The program and sample workflows use libraries and tools from the table utility package written by Christan Borgelt (included in the compressed sourcecode). That package has been released under the GNU LESSER GENERAL PUBLIC LICENSE Version 2.1.

If you are planning to use the table utilities in your own programs, consider visiting Christian's website to obtain the most recent version of the package and its documentation.

Command-line interface

General usage and arguments are explained in the help text that comes with the program. It can be accessed from the command line by calling the program without any arguments or by including the "-?" option:

USAGE    : ./astre [OPTIONS] <tabfile>
DESCRIPTION:
   Determine association between pairs of items represented by feature
   vectors
INPUT:
   Astre loads a table of feature vector definitions from <tabfile>.
   It proceeds to read queries consisting of identifier pairs
   <id1> <id2> separated by whitespace from stdin or a file indicated
   via the "-q" option. If the query is syntactically correct and
   both <id1> and <id2> identify valid feature vectors, the program
   computes an association score f_assoc(<id1>, <id2>) and prints a
   copy of the query with the score attached at the end of the line
   to its output stream. By default output is sent to stdout. An
   alternative output file can be specified via the "-o" option.
   If an incorrect query is parsed the program triggers a warning
   message, prints a response indicating missing values. Processing
   will be resumed at the start of the next query.
ARGUMENTS:
   <tabfile>  name of a file containing feature vectors
   Feature vectors are specified as a line containing an item
   identifier followed by a sequence of values that represent
   the elements of the feature vector.
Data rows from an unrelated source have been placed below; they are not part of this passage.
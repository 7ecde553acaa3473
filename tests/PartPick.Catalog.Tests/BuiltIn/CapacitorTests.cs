using PartPick.Values;

namespace PartPick.Catalog.Tests.BuiltIn;

public class CapacitorTests
{
    private const double LeastFarads = 1e-12;
    private const double MostFarads = 1e-9;

    private static CapacitorPart[] All => [.. BuiltInParts.Catalog.Capacitors];

    private static CapacitorPart[] ClassOne => [.. All.Where(capacitor => capacitor.Dielectric == "C0G")];

    [Theory]
    [InlineData("E24", 2)]
    [InlineData("E12", 3)]
    public void Every_value_of_the_series_comes_in_several_tolerances(string series, int grades) => Assert.All(
        PreferredSeries.Named(series).Value.ValuesBetween(LeastFarads, MostFarads),
        value => Assert.True(
            ClassOne.Where(capacitor => capacitor.ValueFarads == value)
                .Select(capacitor => (capacitor.ToleranceRatio, capacitor.ToleranceFarads)).Distinct().Count() >= grades,
            $"{value}"));

    [Fact]
    public void Every_value_is_a_preferred_one() => Assert.All(All, capacitor =>
    {
        PreferredSeries series = PreferredSeries.Named("E24").Value;
        Assert.Equal(series.Nearest(capacitor.ValueFarads), capacitor.ValueFarads);
    });

    [Fact]
    public void Below_ten_picofarads_the_tolerance_is_in_farads()
    {
        // Tolerance letters of IEC 60062 in public reference tables: B 0.1, C 0.25 pF; F, G, J, K, M 1, 2, 5, 10, 20 %.
        double[] picofarads = [0.05, 0.1, 0.25];
        double[] percent = [1, 2, 5, 10, 20];
        Assert.All(All, capacitor =>
        {
            if (capacitor.ValueFarads < 9.99e-12)
            {
                Assert.Null(capacitor.ToleranceRatio);
                Assert.Contains(Math.Round(capacitor.ToleranceFarads!.Value / BuiltInParts.Pico, 6), picofarads);
            }
            else
            {
                Assert.Null(capacitor.ToleranceFarads);
                Assert.Contains(Math.Round(capacitor.ToleranceRatio!.Value * 100, 6), percent);
            }
        });
    }

    [Fact]
    public void Only_class_one_states_a_temperature_coefficient() => Assert.All(All, capacitor =>
    {
        Assert.Contains(capacitor.Dielectric, new[] { "C0G", "X7R", "Y5V" });

        // EIA-198 letter table: C0G is 0 ± 30 ppm/K.
        Assert.Equal(capacitor.Dielectric == "C0G" ? 30e-6 : 0, capacitor.TemperatureCoefficientPerKelvin ?? 0, 1e-12);
        Assert.Equal(capacitor.Dielectric == "C0G", capacitor.TemperatureCoefficientPerKelvin is not null);
        Assert.Equal(50, capacitor.VoltageVolts);
    });

    [Theory]
    [InlineData(10e-9)]
    [InlineData(47e-9)]
    [InlineData(100e-9)]
    [InlineData(1e-6)]
    public void Decoupling_capacitors_are_there_and_in_stock(double farads) => Assert.Contains(
        All, capacitor => capacitor.Dielectric == "X7R" && Math.Abs(capacitor.ValueFarads / farads - 1) < 1e-9 && capacitor.Stock > 100);

    [Fact]
    public void Class_two_reaches_down_into_the_range_of_load_capacitors() => Assert.Contains(
        All, capacitor => capacitor.Dielectric != "C0G" && capacitor.ValueFarads is > 90e-12 and < 1e-9);

    [Fact]
    public void A_tighter_tolerance_never_costs_less()
    {
        int compared = 0;
        foreach (var group in ClassOne.GroupBy(capacitor => (capacitor.ValueFarads, capacitor.Package)))
        {
            var ordered = group.OrderBy(capacitor => capacitor.ToleranceRatio ?? (capacitor.ToleranceFarads / capacitor.ValueFarads));
            foreach (var (tight, loose) in ordered.Neighbours())
            {
                compared++;
                Assert.All([1, 10, 100, 1000], quantity => Assert.True(tight.CostEach(quantity) > loose.CostEach(quantity), tight.Id));
            }
        }

        Assert.True(compared >= 73);
    }
}
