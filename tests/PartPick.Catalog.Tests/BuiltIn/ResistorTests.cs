using PartPick.Values;

namespace PartPick.Catalog.Tests.BuiltIn;

public class ResistorTests
{
    private static readonly PreferredSeries E24 = PreferredSeries.Named("E24").Value;

    private static ResistorPart[] All => [.. BuiltInParts.Catalog.Resistors];

    [Fact]
    public void Every_value_of_E24_from_one_ohm_to_22_megohms_is_there()
    {
        IReadOnlyList<double> wanted = E24.ValuesBetween(1, 22e6);

        // 7 decades of 24 values and 10 to 22 MΩ: arithmetic.
        Assert.Equal((7 * 24) + 9, wanted.Count);
        Assert.Equal(wanted, All.Select(resistor => resistor.ValueOhms).Distinct().Order());
    }

    [Fact]
    public void Up_to_ten_megohms_every_value_is_there_with_one_percent() => Assert.Equal(
        E24.ValuesBetween(1, 10e6),
        All.Where(resistor => Math.Abs(resistor.ToleranceRatio - 0.01) < 1e-9).Select(resistor => resistor.ValueOhms).Distinct().Order());

    [Fact]
    public void Tolerances_are_one_or_five_percent() =>
        Assert.All(All, resistor => Assert.Contains(Math.Round(resistor.ToleranceRatio * 100, 9), new[] { 1.0, 5 }));

    [Fact]
    public void A_tighter_tolerance_never_costs_less()
    {
        var pairs = All.GroupBy(resistor => (resistor.ValueOhms, resistor.Package))
            .SelectMany(group => group.OrderBy(resistor => resistor.ToleranceRatio).Neighbours()).ToArray();
        Assert.True(pairs.Length >= 80);
        Assert.All(pairs, pair => Assert.All(
            [1, 10, 100, 1000], quantity => Assert.True(pair.First.CostEach(quantity) > pair.Second.CostEach(quantity), pair.First.Id)));
    }
}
The  symbols "?" or "*"
   can be used as placeholders for missing values. All values are
   separated from the identifier and from each other by tabulators.
   In the default configuration the first line of the table is inter-
   preted as a header, consisting of column names for the identifier
   data columns (this behavior can be changed using -h or -H options).
OPTIONS:
  -?           show this help screen
  -a           report absolute value rather than signed one for 
               measures that extend to negative range
  -m <key>     set association measures according to <key>;
               values for <key> and their associated measures are:
        corr - Pearson correlation coefficient (numerical vectors only)
        rcorr- Spearman rho rank correlation        (all vectors)
        d2   - d^2 (sum of element wise squared deviation of
               contingency table from expectation under independence)
        mi   - mutual information (=Shannon information gain) 
        igain- Shannon information gain (equivalent to mi)
        igr  - Shannon information gain ratio
        tau  - Kendall tau - (note: for efficiency it is advisable to
               use this measure with a coarse binning of the input)
        (default corr)
        Note:   for numerical feature vectors a discretization based
                on quantiles under fractional ranking will be applied
  -h <hdrfile> read table header from separate file (default tabfile)
  -H           indicate headerless expression file  (default disabled)
  -q <qryfile> read queries from <qryfile> instead of stdin
  -l <number>  set number of discretization levels to <number>
               value must be positive integer       (default 3)
  -o <outfile> set the name of the output file to <outfile>
                                                    (default <stdout>)


Running the ./demo script from the source code package will start a tutorial/demonstration of the astre and its interface.